> [YOUR INSTRUCTIONS] Wherever the string "xScale" shows up in the records below, return that line.

--- START ---

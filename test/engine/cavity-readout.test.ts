import { beforeAll, describe, expect, it } from "vitest";
import { loadMathjs, type MathComplex as Complex, type MathJs, type MathMatrix as Matrix } from "../helpers/mathjs";
import { HBAR, SPEED_OF_LIGHT } from "../../src/constants";
import { QuietframeError } from "../../src/errors";
import { assemble } from "../../src/setup/assemble";
import { evaluateSetup, loadSetup } from "../../src/pipeline";
import { oscillatorSusceptibility } from "../../src/reference/limits";
import { expectAllClose } from "../helpers/close";
import { cavityReadout, sumTerms } from "../helpers/setups";

/**
 * Cavity optomechanics closed forms of Aspelmeyer, Kippenberg & Marquardt, Rev. Mod. Phys.
 * 86, 1391 (2014), Sec. VI.B (quantum limit of displacement detection), written there as
 * double-sided spectra for a resonantly driven one-sided cavity:
 *   S_FF(Ω)     = ħ² G² n̄ κ / ((κ/2)² + Ω²)                 (back-action force)
 *   S_xx^imp(Ω) = κ / (16 n̄ G² η) · (1 + 4Ω²/κ²)             (imprecision; η = κ_in/κ · η_det)
 * and Sec. V.B (optical spring): the force on the mirror responds to x through
 *   K(Ω) = i ħ G² n̄ [1/(κ/2 − i(Ω + Δ)) − 1/(κ/2 − i(Ω − Δ))],  χ_eff⁻¹ = χ⁻¹ − K
 * (the K(Ω) form is re-derived here from the linearized Langevin equations of that section
 * in our sign convention: ω_c(x) = ω_c − Gx, Δ = ω_L − ω_c, d/dt → −iΩ).
 * One-sided spectra are twice the double-sided ones.
 */
const MASS = 5e-12;
const F_M = 2e6;
const OMEGA_M = 2 * Math.PI * F_M;
const Q = 1e6;
const LENGTH = 1e-3;
const WAVELENGTH = 1064e-9;
const OMEGA_L = (2 * Math.PI * SPEED_OF_LIGHT) / WAVELENGTH;
const G = OMEGA_L / LENGTH; // dω_c/dx for a moving end mirror
const KAPPA = 2 * Math.PI * 5e6;

function cavitySetup(opts: { photons: number; detuning?: number; inputCoupling?: number; efficiency?: number; referTo?: "displacement" | "force" }) {
  return loadSetup(
    cavityReadout({
      body: { mass: `${MASS} kg`, frequency: `${F_M} Hz`, Q, temperature: "0 K" },
      cavity: {
        linewidth: `${KAPPA / (2 * Math.PI)} Hz`,
        detuning: `${(opts.detuning ?? 0) / (2 * Math.PI)} Hz`,
        inputCoupling: opts.inputCoupling ?? 1,
        photons: opts.photons,
        length: `${LENGTH} m`,
        wavelength: `${WAVELENGTH} m`,
      },
      efficiency: opts.efficiency ?? 1,
      referTo: opts.referTo,
    }),
  );
}

describe("resonant cavity readout against the closed forms", () => {
  const grid = { from: 1e5, to: 1e8, points: 61 };
  const n = 3e6;

  it("back-action force: one-sided 2ħ²G²n̄κ/((κ/2)² + Ω²) (AKM 2014, Sec. VI.B)", () => {
    const b = evaluateSetup(cavitySetup({ photons: n, inputCoupling: 0.7, referTo: "force" }), grid).budget;
    // Amplitude fluctuations entering through the coupler and through internal loss both push.
    const ba = sumTerms(b.terms, "light: amplitude", "internal loss (amplitude)");
    const expected = Array.from(b.frequencies, (f) => (2 * HBAR ** 2 * G ** 2 * n * KAPPA) / (KAPPA ** 2 / 4 + (2 * Math.PI * f) ** 2));
    expectAllClose(ba, expected, 1e-9, "back-action");
  });

  it("imprecision: one-sided κ/(8n̄G²η)(1 + 4Ω²/κ²) with η = (κ_in/κ)·η_det (AKM 2014, Sec. VI.B)", () => {
    const etaC = 0.7;
    const etaD = 0.85;
    const b = evaluateSetup(cavitySetup({ photons: n, inputCoupling: etaC, efficiency: etaD }), grid).budget;
    const imp = sumTerms(b.terms, "light: phase", "internal loss (phase)", "detection");
    const expected = Array.from(b.frequencies, (f) => (KAPPA / (8 * n * G ** 2 * etaC * etaD)) * (1 + (4 * (2 * Math.PI * f) ** 2) / KAPPA ** 2));
    expectAllClose(imp, expected, 1e-9, "imprecision");
  });

  it("their product is ħ²/η at every frequency (Heisenberg bound, saturated by a lossless cavity)", () => {
    const bx = evaluateSetup(cavitySetup({ photons: n }), grid).budget;
    const bf = evaluateSetup(cavitySetup({ photons: n, referTo: "force" }), grid).budget;
    const product = sumTerms(bx.terms, "phase").map((v, i) => v * sumTerms(bf.terms, "amplitude")[i]);
    expectAllClose(product, new Float64Array(product.length).fill(HBAR ** 2), 1e-9, "product");
  });
});

describe("detuned cavity: optical spring and damping", () => {
  let math: MathJs;
  beforeAll(async () => {
    math = await loadMathjs();
  });
  /** Force-to-position response of the assembled model, computed with mathjs complex matrices. */
  function mechanicalResponse(detuning: number, f: number): Complex {
    const a = assemble(cavitySetup({ photons: 1e6, detuning }));
    const { model } = a;
    const nS = model.nStates;
    const omega = 2 * Math.PI * f;
    const M = math.matrix(Array.from({ length: nS }, (_, i) => Array.from({ length: nS }, (_, j) => math.complex(-model.A[i * nS + j], i === j ? -omega : 0))));
    const sol = math.lusolve(
      M,
      Array.from(model.signalB, (v) => [v]),
    ) as Matrix;
    const body = model.modes.find((m) => m.owner === "body")!;
    const xScale = Math.sqrt(HBAR / (MASS * OMEGA_M));
    return math.multiply(sol.get([body.x, 0]) as Complex, xScale) as unknown as Complex;
  }

  function closedForm(detuning: number, f: number): Complex {
    const omega = 2 * Math.PI * f;
    const [cr, ci] = oscillatorSusceptibility(MASS, OMEGA_M, OMEGA_M / Q, omega);
    const chiInv = math.divide(1, math.complex(cr, ci)) as Complex;
    const t1 = math.divide(1, math.complex(KAPPA / 2, -(omega + detuning))) as Complex;
    const t2 = math.divide(1, math.complex(KAPPA / 2, -(omega - detuning))) as Complex;
    const K = math.multiply(math.complex(0, HBAR * G ** 2 * 1e6), math.subtract(t1, t2)) as Complex;
    return math.divide(1, math.subtract(chiInv, K)) as Complex;
  }

  it.each([-1, -0.3, 0.2])("x/F equals 1/(χ⁻¹ − K(Ω)) for Δ = %f κ", (d) => {
    const detuning = d * KAPPA;
    for (const f of [1e5, 1.9e6, 2e6, 2.1e6, 3e7]) {
      const got = mechanicalResponse(detuning, f);
      const want = closedForm(detuning, f);
      const diff = math.subtract(got, want) as Complex;
      const rel = Math.hypot(diff.re, diff.im) / Math.hypot(want.re, want.im);
      expect(rel, `f = ${f} Hz`).toBeLessThan(1e-9);
    }
  });

  it("red detuning damps the mode; strong blue detuning makes the set-up unstable and says why", () => {
    const red = evaluateSetup(cavitySetup({ photons: 1e6, detuning: -0.5 * KAPPA }), { from: 1e6, to: 3e6, points: 3 });
    expect(red.stability.stable).toBe(true);
    let caught: unknown;
    try {
      evaluateSetup(cavitySetup({ photons: 1e9, detuning: +0.5 * KAPPA }), { from: 1e6, to: 3e6, points: 3 });
    } catch (e) {
      caught = e;
    }
    expect(caught).toBeInstanceOf(QuietframeError);
    const msg = (caught as Error).message;
    expect(msg).toMatch(/unstable/);
    expect(msg).toMatch(/'body'/);
    expect(msg).toMatch(/blue-detuned/);
  });
});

--- END ---

> [SOLVED PROBLEM]
    const xScale = Math.sqrt(HBAR / (MASS * OMEGA_M));
    return math.multiply(sol.get([body.x, 0]) as Complex, xScale) as unknown as Complex;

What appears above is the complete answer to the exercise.